Exercise details ▸
Return only the stretch of the material below that begins with the line containing "child.on('error', reject);" and ends with the line containing "index, tSec: index", exactly; both of those lines belong to it.

Exercise inputs ▸
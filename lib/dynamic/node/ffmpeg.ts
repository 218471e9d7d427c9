/**
 * Node-only video decoding with the system's ffmpeg (Debian's package; `scripts/ffmpeg.sh`
 * installs it when missing; FFMPEG_PATH / FFPROBE_PATH point elsewhere). ffprobe reads the size,
 * frame rate and pixel format; ffmpeg decodes the first video stream and pipes raw gray frames
 * (gray8, or gray16le for sources with more than 8 bits) which are handed out one at a time, so a
 * long video needs memory for about one frame. MP4/H.264, WebM (VP8/VP9), AVI/MJPEG and anything
 * else the installed ffmpeg reads.
 */
import { spawn, execFile } from 'node:child_process';
import type { GrayImage } from '../../analysis/types';
import type { SeriesInputFrame } from '../types';

export type VideoErrorCode = 'ffmpeg_missing' | 'unreadable_video';

export class VideoError extends Error {
  constructor(
    readonly code: VideoErrorCode,
    message: string,
  ) {
    super(message);
    this.name = 'VideoError';
  }
}

const ffmpegPath = () => process.env.FFMPEG_PATH || 'ffmpeg';
const ffprobePath = () => process.env.FFPROBE_PATH || 'ffprobe';

const MISSING =
  "ffmpeg is not installed. Install Debian's package (apt-get install ffmpeg), or run `npm test` / `npm start`, which install it when missing.";

export interface VideoInfo {
  width: number;
  height: number;
  /** Frames per second from the container (average rate); null when it does not say. */
  fps: number | null;
  /** Frame count from the container or a packet count; null when unknown. */
  frameCount: number | null;
  codec: string;
  pixelFormat: string;
  /** 16 when the source carries more than 8 bits per sample. */
  bitDepth: 8 | 16;
}

function rate(text: string | undefined): number | null {
  if (!text) return null;
  const [num, den] = text.split('/').map(Number);
  const value = den ? num / den : num;
  return Number.isFinite(value) && value > 0 ? value : null;
}

/** Size, rate and pixel format of the first video stream. */
export function probeVideo(path: string): Promise<VideoInfo> {
  const args = [
    '-v',
    'error',
    '-select_streams',
    'v:0',
    '-count_packets',
    '-show_entries',
    'stream=codec_name,width,height,pix_fmt,avg_frame_rate,r_frame_rate,nb_frames,nb_read_packets,bits_per_raw_sample',
    '-of',
    'json',
    path,
  ];
  return new Promise((resolve, reject) => {
    execFile(ffprobePath(), args, { maxBuffer: 1 << 20 }, (error, stdout, stderr) => {
      if (error && (error as NodeJS.ErrnoException).code === 'ENOENT')
        return reject(new VideoError('ffmpeg_missing', MISSING));
      if (error)
        return reject(
          new VideoError(
            'unreadable_video',
            `Not a readable video (${lastLine(stderr) || error.message}). Give an MP4, WebM or AVI file, or frame images with --fps.`,
          ),
        );
      let stream: Record<string, string | number | undefined> | undefined;
      try {
        stream = (JSON.parse(stdout) as { streams?: Record<string, string | number>[] })
          .streams?.[0];
      } catch {
        stream = undefined;
      }
      if (!stream || !stream.width || !stream.height)
        return reject(new VideoError('unreadable_video', `${path} holds no video stream.`));
      const pixelFormat = String(stream.pix_fmt ?? '');
      const bits = Number(stream.bits_per_raw_sample) || 0;
      const deep =
        bits > 8 || /(9|1[0-6])(le|be)$/.test(pixelFormat) || /^gray1[0-6]/.test(pixelFormat);
      const count = Number(stream.nb_frames) || Number(stream.nb_read_packets) || null;
      resolve({
        width: Number(stream.width),
        height: Number(stream.height),
        fps: rate(String(stream.avg_frame_rate ?? '')) ?? rate(String(stream.r_frame_rate ?? '')),
        frameCount: count,
        codec: String(stream.codec_name ?? ''),
        pixelFormat,
        bitDepth: deep ? 16 : 8,
      });
    });
  });
}

function lastLine(text: string): string {
  return text.trim().split('\n').filter(Boolean).pop() ?? '';
}

export interface DecodeOptions {
  /** Frame rate for the frame times (default: the container's). */
  fps?: number;
  /** From a previous `probeVideo`, to skip probing again. */
  info?: VideoInfo;
}

export interface DecodedFrame extends SeriesInputFrame {
  index: number;
}

/**
 * Decodes every frame of the first video stream, in order, as gray images; frame i is at i / fps
 * seconds. Stopping early (break out of the loop) ends ffmpeg.
 */
export async function* decodeVideoFrames(
  path: string,
  options: DecodeOptions = {},
): AsyncGenerator<DecodedFrame> {
  const info = options.info ?? (await probeVideo(path));
  const fps = options.fps ?? info.fps;
  if (!fps)
    throw new VideoError(
      'unreadable_video',
      `${path} does not state its frame rate; give it with --fps.`,
    );
  const { width, height } = info;
  const sampleBytes = info.bitDepth === 16 ? 2 : 1;
  const frameBytes = width * height * sampleBytes;
  const child = spawn(
    ffmpegPath(),
    [
      '-v',
      'error',
      '-nostdin',
      '-noautorotate',
      '-i',
      path,
      '-map',
      '0:v:0',
      '-fps_mode',
      'passthrough',
      '-f',
      'rawvideo',
      '-pix_fmt',
      info.bitDepth === 16 ? 'gray16le' : 'gray',
      'pipe:1',
    ],
    { stdio: ['ignore', 'pipe', 'pipe'] },
  );
  let stderr = '';
  child.stderr.setEncoding('utf8');
  child.stderr.on('data', (text: string) => {
    if (stderr.length < 20_000) stderr += text;
  });
  const exited = new Promise<number | null>((resolve, reject) => {
    child.on('error', reject);
    child.on('close', (code) => resolve(code));
  });
  // Attach a handler now so an early failure is not reported as unhandled; it is awaited below.
  exited.catch(() => undefined);
  let index = 0;
  let frame = new Uint8Array(frameBytes);
  let filled = 0;
  const image = (bytes: Uint8Array): GrayImage => ({
    width,
    height,
    data:
      sampleBytes === 2 ? new Uint16Array(bytes.buffer, bytes.byteOffset, width * height) : bytes,
  });
  let finished = false;
  try {
    for await (const chunk of child.stdout as AsyncIterable<Buffer>) {
      let offset = 0;
      while (offset < chunk.length) {
        const take = Math.min(frameBytes - filled, chunk.length - offset);
        frame.set(chunk.subarray(offset, offset + take), filled);
        filled += take;
        offset += take;
        if (filled === frameBytes) {
          yield { index, tSec: index / fps, image: image(frame) };
          index++;
          frame = new Uint8Array(frameBytes);
          filled = 0;
        }
      }
    }
    let code: number | null;
    try {
      code = await exited;
    } catch (error) {
      if ((error as NodeJS.ErrnoException).code === 'ENOENT')
        throw new VideoError('ffmpeg_missing', MISSING);
      throw error;
    }
    if (code !== 0)
      throw new VideoError(
        'unreadable_video',
        `ffmpeg could not decode ${path} (${lastLine(stderr) || `exit status ${code}`}).`,
      );
    if (index === 0) throw new VideoError('unreadable_video', `${path} holds no decodable frame.`);
    finished = true;
  } finally {
    if (!finished && child.exitCode === null) child.kill('SIGKILL');
  }
}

Exercise output ▸
    child.on('error', reject);
    child.on('close', (code) => resolve(code));
  });
  // Attach a handler now so an early failure is not reported as unhandled; it is awaited below.
  exited.catch(() => undefined);
  let index = 0;
  let frame = new Uint8Array(frameBytes);
  let filled = 0;
  const image = (bytes: Uint8Array): GrayImage => ({
    width,
    height,
    data:
      sampleBytes === 2 ? new Uint16Array(bytes.buffer, bytes.byteOffset, width * height) : bytes,
  });
  let finished = false;
  try {
    for await (const chunk of child.stdout as AsyncIterable<Buffer>) {
      let offset = 0;
      while (offset < chunk.length) {
        const take = Math.min(frameBytes - filled, chunk.length - offset);
        frame.set(chunk.subarray(offset, offset + take), filled);
        filled += take;
        offset += take;
        if (filled === frameBytes) {
          yield { index, tSec: index / fps, image: image(frame) };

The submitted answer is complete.